P. Milne, G. Williams
ACYys, Canberra

G. Becker R. Grossman, J. Hubshman, W. Martinez
Magnify Research, Inc.

Description:
Today the web provides an infrastructure for the remote viewing of multi-media documents, but does not provide a similar infrastructure for remotely exploring data. DataSpace is our attempt to provide such an infrastructure. DataSpace supports a) remote data access, analysis, and mining, and b) distributed data analysis and mining. DataSpace has several components: 1) The dataspace transfer protocol (dstp), a protocol for moving data over the web using both commodity and high performance networks. 2) The Predictive Model Markup Language (pmml), an XML languages for handling some of the metadata required for DataSpace. 3) The Predictive Scoring and Update Protocol (psup), a protocol for event driven, real time scoring. 4) Open source dstp servers for making data easily available to visitors to the data web. 5) Open source dstp clients for viewing remote data and mining data which is distributed over the data web.
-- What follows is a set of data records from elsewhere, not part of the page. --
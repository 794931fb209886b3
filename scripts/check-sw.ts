/** npm run check:sw — fails when the built service worker is missing or does not precache the offline shell. */
import { checkServiceWorker } from "./lib/check-sw";

const problems = checkServiceWorker();
if (problems.length) {
  for (const p of problems) console.error(`[check-sw] ${p}`);
  process.exit(1);
}
console.log("[check-sw] public/sw.js precaches the offline shell");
The Terabyte Challenge, which is the testbed for Project DataSpace, will link 12 sites across 5 continents and demonstrate a variety of DataSpace applications which will publish, access, analyze, correlate and manipulate remote and distributed data.

For example, in the Sky Survey application, the DSTP Client downloads stellar object catalog data from a dstp Server, creates a machine learning model based on pmml, and scores large amounts of data at high rates using high performance dstp applications we have developed. Last year, we were able to move 250 Mbits/sec (~113 GB/hr) over the testbed to the floor of the Supercomputing Conference in Portland with no network tuning. We expect even higher rates at this year's Supercomputing Conference using a new release of our sofware.

The Network Storm application will demonstrate the flexibility of the dstp protocol. Application servers will be set up on 3 continents to collect network traffic data. Any dstp client can download data and view the state of the network. Ultimately the group plans to build an infrastructure that will predict network storms and allow for improved network traffic management.

We will also demonstrate several other high performance DSTP applications.